Beginning on 1 June, Baker and Baek began to challenge their method by asking researchers to send in their most baffling protein sequences. Fifty-six head scratchers arrived in the first month, all of which have now predicted structures. Agard’s group sent in an amino acid sequence with no known similar proteins. Within hours, his group got a protein model back “that probably saved us a year of work,” Agard says. Now, he and his team know where to mutate the protein to test ideas about how it functions.
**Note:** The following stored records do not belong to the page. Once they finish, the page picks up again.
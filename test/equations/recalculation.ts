/** An independent spreadsheet program as judge: formulas go into a workbook file, LibreOffice Calc recalculates it, its numbers come back. */
import { execFileSync } from "node:child_process";
import { existsSync, mkdirSync, mkdtempSync, readdirSync, readFileSync, rmSync, writeFileSync } from "node:fs";
import { tmpdir } from "node:os";
import { join } from "node:path";
import { pathToFileURL } from "node:url";
import { escapeXml } from "../../src/equations/mathml.js";

/** A number, a text, or a formula that begins with "=". */
export type SheetCell = number | string;

const program = [
  "/usr/bin/soffice",
  "/usr/local/bin/soffice",
  "/usr/bin/libreoffice",
  "/Applications/LibreOffice.app/Contents/MacOS/soffice",
].find(existsSync);

/** Whether the judge is on this machine. Under CI its absence is a failure, elsewhere it is said loudly. */
export function canRecalculate(): boolean {
  if (program !== undefined) return true;
  if (process.env["CI"]) throw new Error("LibreOffice Calc is not installed; under CI the native formulas must be recalculated.");
  console.warn(
    "\n*** LibreOffice Calc is not on this machine: the native formulas are NOT recalculated by a second program in this run. ***\n",
  );
  return false;
}

/** The sheet's values after recalculation, as text with 15 digits. */
export function recalculate(rows: readonly (readonly SheetCell[])[]): readonly (readonly string[])[] {
  const folder = mkdtempSync(join(tmpdir(), "recalculation-"));
  try {
    writeFileSync(join(folder, "sheet.xlsx"), workbook(rows));
    const profile = join(folder, "profile");
    mkdirSync(join(profile, "user"), { recursive: true });
    writeFileSync(join(profile, "user", "registrymodifications.xcu"), alwaysRecalculate);
    const format = "csv:Text - txt - csv (StarCalc):44,34,76,1,,0,false,false,false,false,false,-1";
    const args = [
      `-env:UserInstallation=${pathToFileURL(profile).href}`,
      "--headless",
      "--norestore",
      "--convert-to",
      format,
      "--outdir",
      folder,
      join(folder, "sheet.xlsx"),
    ];
    execFileSync(program as string, args, { stdio: "ignore", timeout: 180_000 });
    const answer = readdirSync(folder).find((name) => name.endsWith(".csv"));
    if (answer === undefined) throw new Error("LibreOffice wrote no sheet.");
    return readFileSync(join(folder, answer), "utf8").trimEnd().split("\n").map(fieldsOf);
  } finally {
    rmSync(folder, { recursive: true, force: true });
  }
}

export function columnName(index: number): string {
  return index < 26 ? String.fromCharCode(65 + index) : columnName(Math.floor(index / 26) - 1) + columnName(index % 26);
}

function fieldsOf(line: string): readonly string[] {
  return [...line.matchAll(/("(?:[^"]|"")*"|[^,]*)(?:,|$)/g)].map((found) => (found[1] ?? "").replace(/^"|"$/g, "").replaceAll('""', '"'));
}

const alwaysRecalculate = `<?xml version="1.0" encoding="UTF-8"?>
<oor:items xmlns:oor="http://openoffice.org/2001/registry" xmlns:xs="http://www.w3.org/2001/XMLSchema" xmlns:xsi="http://www.w3.org/2001/XMLSchema-instance">
<item oor:path="/org.openoffice.Office.Calc/Formula/Load"><prop oor:name="OOXMLRecalcMode" oor:op="fuse"><value>0</value></prop></item>
</oor:items>`;

/** The smallest Office Open XML workbook (ECMA-376) with one sheet. */
function workbook(rows: readonly (readonly SheetCell[])[]): Buffer {
  const main = "http://schemas.openxmlformats.org/spreadsheetml/2006/main";
  const relations = "http://schemas.openxmlformats.org/officeDocument/2006/relationships";
  const packageRelations = "http://schemas.openxmlformats.org/package/2006/relationships";
  const head = '<?xml version="1.0" encoding="UTF-8" standalone="yes"?>';
  return zip({
    "[Content_Types].xml": `${head}<Types xmlns="http://schemas.openxmlformats.org/package/2006/content-types"><Default Extension="rels" ContentType="application/vnd.openxmlformats-package.relationships+xml"/><Default Extension="xml" ContentType="application/xml"/><Override PartName="/xl/workbook.xml" ContentType="application/vnd.openxmlformats-officedocument.spreadsheetml.sheet.main+xml"/><Override PartName="/xl/sheet1.xml" ContentType="application/vnd.openxmlformats-officedocument.spreadsheetml.worksheet+xml"/></Types>`,
    "_rels/.rels": `${head}<Relationships xmlns="${packageRelations}"><Relationship Id="r1" Type="${relations}/officeDocument" Target="xl/workbook.xml"/></Relationships>`,
    "xl/workbook.xml": `${head}<workbook xmlns="${main}" xmlns:r="${relations}"><sheets><sheet name="Sheet1" sheetId="1" r:id="r1"/></sheets></workbook>`,
    "xl/_rels/workbook.xml.rels": `${head}<Relationships xmlns="${packageRelations}"><Relationship Id="r1" Type="${relations}/worksheet" Target="sheet1.xml"/></Relationships>`,
    "xl/sheet1.xml": `${head}<worksheet xmlns="${main}"><sheetData>${rows.map(rowXml).join("")}</sheetData></worksheet>`,
  });
}

function rowXml(cells: readonly SheetCell[], row: number): string {
  return `<row r="${row + 1}">${cells.map((cell, column) => cellXml(cell, `${columnName(column)}${row + 1}`)).join("")}</row>`;
}

function cellXml(cell: SheetCell, at: string): string {
  if (typeof cell === "number") return `<c r="${at}"><v>${cell}</v></c>`;
  if (cell.startsWith("=")) return `<c r="${at}"><f>${escapeXml(cell.slice(1))}</f></c>`;
  return `<c r="${at}" t="inlineStr"><is><t>${escapeXml(cell)}</t></is></c>`;
}

/** A zip archive without compression. */
function zip(files: Readonly<Record<string, string>>): Buffer {
  const bodies: Buffer[] = [];
  const directory: Buffer[] = [];
  let offset = 0;
  for (const [name, text] of Object.entries(files)) {
    const [nameBytes, body] = [Buffer.from(name), Buffer.from(text)];
    const fields = Buffer.alloc(26);
    fields.writeUInt16LE(20, 0);
    fields.writeUInt32LE(checksum(body), 10);
    fields.writeUInt32LE(body.length, 14);
    fields.writeUInt32LE(body.length, 18);
    fields.writeUInt16LE(nameBytes.length, 22);
    bodies.push(Buffer.from("PK\x03\x04", "latin1"), fields, nameBytes, body);
    const rest = Buffer.alloc(14);
    rest.writeUInt32LE(offset, 10);
    directory.push(Buffer.from("PK\x01\x02\x14\x00", "latin1"), fields, rest, nameBytes);
    offset += 30 + nameBytes.length + body.length;
  }
  const listing = Buffer.concat(directory);
  const end = Buffer.alloc(18);
  const count = Object.keys(files).length;
  end.writeUInt16LE(count, 4);
  end.writeUInt16LE(count, 6);
  end.writeUInt32LE(listing.length, 8);
  end.writeUInt32LE(offset, 12);
  return Buffer.concat([...bodies, listing, Buffer.from("PK\x05\x06", "latin1"), end]);
}

function checksum(bytes: Buffer): number {
  let sum = 0xffffffff;
  for (const byte of bytes) {
    sum ^= byte;
    for (let bit = 0; bit < 8; bit++) sum = (sum >>> 1) ^ (sum & 1 ? 0xedb88320 : 0);
  }
  return (sum ^ 0xffffffff) >>> 0;
}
Because Baek’s and Baker’s group has released its computer code on the web, others can improve on it; the code has been downloaded 250 times since 1 July. “Many researchers will build their own structure prediction methods upon Baker’s work,” says Jinbo Xu, a computational structural biologist at the Toyota Technological Institute at Chicago. Hassabis says its computer code is now also open source. As a result of both groups’ work, progress should now be swift, Moult says: “When there’s a breakthrough like this, 2 years later, everyone is doing it as well if not better than before.”